L’enfant est pieuse, avec un penchant pour les cérémonies d’Eglise et pour les pauvres, surtout après son songe de 7 ans, où elle voit Jésus venir à elle. Elle est enjouée aussi, si bien qu’à l’âge de 15 ans, lorsqu’elle dévoile à sa mère son désir de vie consacrée, Madame Guyart ne la prend pas au sérieux, pensant que sa fille aimait beaucoup trop rire et s’amuser pour devenir religieuse. Marie acquiesce et par obéissance à ses parents, consent à épouser, à l’âge de 17 ans, Claude Martin, maître-ouvrier en soie. Le couple est heureux. Marie, à 19 ans, donne naissance à un fils, Claude.

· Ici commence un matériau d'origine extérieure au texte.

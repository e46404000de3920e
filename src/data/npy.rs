//! NumPy `.npy` files (format versions 1–3): little-endian `f8`, `f4`, `i8`, `i4` arrays of
//! one or two dimensions, C or Fortran order. Header sizes are checked against the file
//! length before anything is allocated.

use crate::{Error, Result};
use ndarray::{Array1, Array2};
use std::path::Path;

/// A numeric array read from `.npy`, converted to `f64`.
#[derive(Debug, Clone)]
pub struct NpyArray {
    /// Shape (1 or 2 dimensions).
    pub shape: Vec<usize>,
    /// Values in C (row-major) order.
    pub data: Vec<f64>,
}

impl NpyArray {
    /// The array as `n × d` (a 1-D array becomes one column).
    pub fn into_2d(self, source: &str) -> Result<Array2<f64>> {
        let (r, c) = match self.shape.as_slice() {
            [n] => (*n, 1),
            [n, d] => (*n, *d),
            s => {
                return Err(Error::input(format!(
                    "{source}: array has shape {s:?}; expected 1 or 2 dimensions"
                )))
            }
        };
        Ok(Array2::from_shape_vec((r, c), self.data).expect("size checked"))
    }

    /// The array as a vector (1-D, or 2-D with one column or one row).
    pub fn into_1d(self, source: &str) -> Result<Array1<f64>> {
        match self.shape.as_slice() {
            [_] => Ok(Array1::from(self.data)),
            [_, 1] | [1, _] => Ok(Array1::from(self.data)),
            s => Err(Error::input(format!(
                "{source}: array has shape {s:?}; expected a vector"
            ))),
        }
    }
}

/// Reads a `.npy` file.
pub fn read_npy(path: &Path) -> Result<NpyArray> {
    let bytes = super::read_bytes(path)?;
    parse_npy(&bytes, &path.display().to_string())
}

fn bad(source: &str, what: impl std::fmt::Display) -> Error {
    Error::input(format!("{source}: not a valid .npy file: {what}"))
}

/// Parses `.npy` bytes; `source` names them in errors.
pub fn parse_npy(b: &[u8], source: &str) -> Result<NpyArray> {
    if b.is_empty() {
        return Err(Error::input(format!(
            "{source}: file is empty; expected a .npy array"
        )));
    }
    if b.len() < 10 || &b[..6] != b"\x93NUMPY" {
        return Err(bad(source, "missing the \\x93NUMPY magic"));
    }
    let major = b[6];
    let (hlen, start) = match major {
        1 => (u16::from_le_bytes([b[8], b[9]]) as usize, 10),
        2 | 3 => {
            if b.len() < 12 {
                return Err(bad(source, "truncated header"));
            }
            (u32::from_le_bytes([b[8], b[9], b[10], b[11]]) as usize, 12)
        }
        v => return Err(bad(source, format!("unsupported format version {v}"))),
    };
    if start + hlen > b.len() {
        return Err(bad(
            source,
            format!("header claims {hlen} bytes but the file has {}", b.len()),
        ));
    }
    let header = std::str::from_utf8(&b[start..start + hlen])
        .map_err(|_| bad(source, "header is not text"))?;
    let h = parse_header(header, source)?;
    let (size, kind) = h.element(source)?;
    let (fortran, shape) = (h.fortran_order, h.shape);
    if shape.is_empty() || shape.len() > 2 {
        return Err(Error::input(shape_message(source, &shape)));
    }
    let count = shape
        .iter()
        .try_fold(1usize, |a, &s| a.checked_mul(s))
        .ok_or_else(|| bad(source, "shape overflows"))?;
    let body = &b[start + hlen..];
    let need = count
        .checked_mul(size)
        .ok_or_else(|| bad(source, "shape overflows"))?;
    if body.len() != need {
        return Err(bad(
            source,
            format!(
                "shape {shape:?} needs {need} data bytes but the file has {} (truncated or corrupted)",
                body.len()
            ),
        ));
    }
    let mut data: Vec<f64> = body
        .chunks_exact(size)
        .map(|c| match (kind, size) {
            ('f', 8) => f64::from_le_bytes(c.try_into().unwrap()),
            ('f', _) => f32::from_le_bytes(c.try_into().unwrap()) as f64,
            (_, 8) => i64::from_le_bytes(c.try_into().unwrap()) as f64,
            _ => i32::from_le_bytes(c.try_into().unwrap()) as f64,
        })
        .collect();
    if fortran && shape.len() == 2 {
        let (r, c) = (shape[0], shape[1]);
        let mut t = vec![0.0; data.len()];
        for j in 0..c {
            for i in 0..r {
                t[i * c + j] = data[j * r + i];
            }
        }
        data = t;
    }
    if let Some(i) = data.iter().position(|v| !v.is_finite()) {
        let cols = if shape.len() == 2 { shape[1] } else { 1 };
        return Err(Error::input(not_finite_message(
            source,
            i / cols,
            i % cols,
            data[i],
        )));
    }
    Ok(NpyArray { shape, data })
}

/// The message for an array of a type the readers do not take (`descr` as NumPy writes
/// it, e.g. `<U3`); shared by the `.npy` reader and the Python binding.
pub fn dtype_message(source: &str, descr: &str) -> String {
    format!("{source}: dtype '{descr}' is not supported; expected little-endian float64 or float32")
}

/// The message for an array of neither one nor two dimensions.
pub fn shape_message(source: &str, shape: &[usize]) -> String {
    format!("{source}: array has shape {shape:?}; expected 1 or 2 dimensions")
}

/// The message for a value that is not finite at (0-based) `row`, `col` of a batch.
pub fn not_finite_message(source: &str, row: usize, col: usize, v: f64) -> String {
    format!(
        "{source}: row {}, feature {col}: value {v} is not finite",
        row + 1
    )
}

/// A `.npy` header: the three keys of the format's dictionary.
#[derive(Debug, Clone, PartialEq)]
pub(crate) struct Header {
    /// The dtype string (`<f8`, …).
    pub descr: String,
    /// Column-major data.
    pub fortran_order: bool,
    /// The shape.
    pub shape: Vec<usize>,
}

impl Header {
    /// Bytes per value and kind (`'f'` float, `'i'` integer) of the dtypes read.
    pub fn element(&self, source: &str) -> Result<(usize, char)> {
        Ok(match self.descr.as_str() {
            "<f8" | "f8" | "|f8" | "=f8" => (8, 'f'),
            "<f4" | "f4" | "=f4" => (4, 'f'),
            "<i8" | "i8" | "=i8" => (8, 'i'),
            "<i4" | "i4" | "=i4" => (4, 'i'),
            other => return Err(Error::input(dtype_message(source, other))),
        })
    }
}

/// One token of the header's Python literal.
#[derive(Debug, Clone, PartialEq)]
enum Lit {
    Str(String),
    Bool(bool),
    Tuple(Vec<usize>),
}

/// Parses a `.npy` header as the format defines it (numpy's format documentation,
/// "NEP 1"): a Python dictionary literal with exactly the keys `'descr'`, `'fortran_order'`
/// and `'shape'` in any order, either quote style, any spacing, an optional trailing comma,
/// then padding spaces and a newline. Integers may carry Python 2's `L` suffix (files
/// written by old numpy). A repeated key keeps its last value, as Python's literal does.
pub(crate) fn parse_header(text: &str, source: &str) -> Result<Header> {
    let fail = |what: String| bad(source, format!("header {what}"));
    let c: Vec<char> = text.chars().collect();
    let mut i = 0;
    let ws = |i: &mut usize| {
        while *i < c.len() && c[*i].is_whitespace() {
            *i += 1;
        }
    };
    let string = |i: &mut usize| -> Option<String> {
        let q = *c.get(*i)?;
        if q != '\'' && q != '"' {
            return None;
        }
        let mut out = String::new();
        *i += 1;
        while *i < c.len() && c[*i] != q {
            if c[*i] == '\\' {
                return None;
            }
            out.push(c[*i]);
            *i += 1;
        }
        if *i >= c.len() {
            return None;
        }
        *i += 1;
        Some(out)
    };
    ws(&mut i);
    if c.get(i) != Some(&'{') {
        return Err(fail("is not a dictionary ('{' expected)".into()));
    }
    i += 1;
    let mut items: Vec<(String, Lit)> = Vec::new();
    loop {
        ws(&mut i);
        if c.get(i) == Some(&'}') {
            i += 1;
            break;
        }
        let key =
            string(&mut i).ok_or_else(|| fail(format!("has no quoted key at character {i}")))?;
        ws(&mut i);
        if c.get(i) != Some(&':') {
            return Err(fail(format!("has no ':' after '{key}'")));
        }
        i += 1;
        ws(&mut i);
        let value = if let Some(v) = string(&mut i) {
            Lit::Str(v)
        } else if c[i..].starts_with(&['T', 'r', 'u', 'e']) {
            i += 4;
            Lit::Bool(true)
        } else if c[i..].starts_with(&['F', 'a', 'l', 's', 'e']) {
            i += 5;
            Lit::Bool(false)
        } else if c.get(i) == Some(&'(') {
            i += 1;
            let mut v = Vec::new();
            loop {
                ws(&mut i);
                if c.get(i) == Some(&')') {
                    i += 1;
                    break;
                }
                let st = i;
                while i < c.len() && c[i].is_ascii_digit() {
                    i += 1;
                }
                let n: usize = c[st..i]
                    .iter()
                    .collect::<String>()
                    .parse()
                    .map_err(|_| fail(format!("'{key}' is not a tuple of sizes")))?;
                if matches!(c.get(i), Some('L') | Some('l')) {
                    i += 1;
                }
                v.push(n);
                ws(&mut i);
                match c.get(i) {
                    Some(',') => i += 1,
                    Some(')') => {}
                    _ => return Err(fail(format!("'{key}' is not a tuple of sizes"))),
                }
            }
            Lit::Tuple(v)
        } else {
            return Err(fail(format!("has an unreadable value for '{key}'")));
        };
        items.retain(|(k, _)| *k != key);
        items.push((key, value));
        ws(&mut i);
        match c.get(i) {
            Some(',') => i += 1,
            Some('}') => {}
            _ => return Err(fail("entries are not separated by ','".into())),
        }
    }
    if c[i..].iter().any(|ch| !ch.is_whitespace()) {
        return Err(fail("has text after the dictionary".into()));
    }
    let mut descr = None;
    let mut fortran = None;
    let mut shape = None;
    for (k, v) in items {
        match (k.as_str(), v) {
            ("descr", Lit::Str(s)) => descr = Some(s),
            ("fortran_order", Lit::Bool(b)) => fortran = Some(b),
            ("shape", Lit::Tuple(t)) => shape = Some(t),
            ("descr" | "fortran_order" | "shape", _) => {
                return Err(fail(format!("'{k}' has the wrong type")))
            }
            (other, _) => return Err(fail(format!("has the unexpected key '{other}'"))),
        }
    }
    match (descr, fortran, shape) {
        (Some(descr), Some(fortran_order), Some(shape)) => Ok(Header {
            descr,
            fortran_order,
            shape,
        }),
        _ => Err(fail(
            "lacks one of 'descr', 'fortran_order' and 'shape'".into(),
        )),
    }
}

fn npy_bytes(shape: &[usize], descr: &str, body: Vec<u8>) -> Vec<u8> {
    let shape_s = match shape {
        [n] => format!("({n},)"),
        s => format!(
            "({})",
            s.iter()
                .map(|v| v.to_string())
                .collect::<Vec<_>>()
                .join(", ")
        ),
    };
    let mut h = format!("{{'descr': '{descr}', 'fortran_order': False, 'shape': {shape_s}, }}");
    let total = 10 + h.len() + 1;
    let pad = (64 - total % 64) % 64;
    h.push_str(&" ".repeat(pad));
    h.push('\n');
    let mut out = Vec::with_capacity(10 + h.len() + body.len());
    out.extend_from_slice(b"\x93NUMPY\x01\x00");
    out.extend_from_slice(&(h.len() as u16).to_le_bytes());
    out.extend_from_slice(h.as_bytes());
    out.extend_from_slice(&body);
    out
}

/// Writes a float64 array (shape `shape`, C order) to `path` atomically.
pub fn write_npy_f64(path: &Path, shape: &[usize], data: &[f64]) -> Result<()> {
    let body = data.iter().flat_map(|v| v.to_le_bytes()).collect();
    super::write_atomic(path, &npy_bytes(shape, "<f8", body))
}

/// Writes a float32 array (shape `shape`, C order) to `path` atomically.
pub fn write_npy_f32(path: &Path, shape: &[usize], data: &[f32]) -> Result<()> {
    let body = data.iter().flat_map(|v| v.to_le_bytes()).collect();
    super::write_atomic(path, &npy_bytes(shape, "<f4", body))
}

#[cfg(test)]
mod tests {
    use super::*;

    #[test]
    fn round_trip_and_bad_sizes() {
        let body: Vec<u8> = [1.0f64, 2.0, 3.0, 4.0, 5.0, 6.0]
            .iter()
            .flat_map(|v| v.to_le_bytes())
            .collect();
        let b = npy_bytes(&[2, 3], "<f8", body);
        assert_eq!((10 + u16::from_le_bytes([b[8], b[9]]) as usize) % 64, 0);
        let a = parse_npy(&b, "t.npy").unwrap();
        assert_eq!(a.shape, vec![2, 3]);
        assert_eq!(a.data[5], 6.0);
        // truncated
        let e = parse_npy(&b[..b.len() - 3], "t.npy").unwrap_err();
        assert!(e.to_string().contains("truncated"), "{e}");
        // absurd shape: checked before allocating
        let huge = npy_bytes(&[1 << 40, 1 << 30], "<f8", vec![]);
        assert!(parse_npy(&huge, "t.npy").is_err());
        assert!(parse_npy(b"hello", "t.npy").is_err());
    }

    #[test]
    fn header_spellings_numpy_accepts() {
        // Every spelling a Python dict literal allows (the format documentation).
        let want = Header {
            descr: "<f8".into(),
            fortran_order: true,
            shape: vec![2, 3],
        };
        for h in [
            "{'descr': '<f8', 'fortran_order': True, 'shape': (2, 3), }",
            "{'descr':'<f8','fortran_order':True,'shape':(2,3)}",
            "{\"descr\": \"<f8\", \"fortran_order\": True, \"shape\": (2, 3)}",
            "{'shape': (2L, 3L), 'fortran_order': True, 'descr': '<f8'}   \n",
            "{ 'fortran_order' : True , 'descr' : '<f8' , 'shape' : ( 2 , 3 , ) , }",
        ] {
            assert_eq!(parse_header(h, "t").unwrap(), want, "{h}");
        }
        assert_eq!(
            parse_header(
                "{'descr': '<f4', 'fortran_order': False, 'shape': (5,)}",
                "t"
            )
            .unwrap()
            .shape,
            vec![5]
        );
        for bad in [
            "{'descr': '<f8', 'shape': (2, 3)}",
            "{'descr': '<f8', 'fortran_order': 1, 'shape': (2, 3)}",
            "{'descr': '<f8', 'fortran_order': True, 'shape': (2, 3), 'x': 1}",
            "{'descr': '<f8', 'fortran_order': True, 'shape': (2, -3)}",
            "{'descr': '<f8', 'fortran_order': True, 'shape': (2, 3)} x",
        ] {
            assert!(parse_header(bad, "t").is_err(), "{bad}");
        }
    }
}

La piété de Marie se développe et devient communicative : Elle s’occupe de la formation chrétienne des ouvriers et apprentis qui travaillent à l’entreprise familiale. Cependant, son bonheur est de courte durée : son fils n’a que six mois lorsque Claude meurt à une époque difficile pour la ville de Tours, boycottée par les marchands de Lyon, jaloux de la concurrence des artisans en soie.

Marie fait face avec courage à un commerce en faillite, criblé de dettes. Elle arrive à payer les procès intentés contre elle et à dédommager tous les créanciers en vendant l’outillage et le stock des marchandises. A l’âge de 21 ans, c’est en se rendant à ses affaires, un 24 mars 1620, qu’elle est subitement arrêtée par une vision du Sang du Christ, qui la marque pour la vie et la transforme, de son propre aveu « en une nouvelle créature ».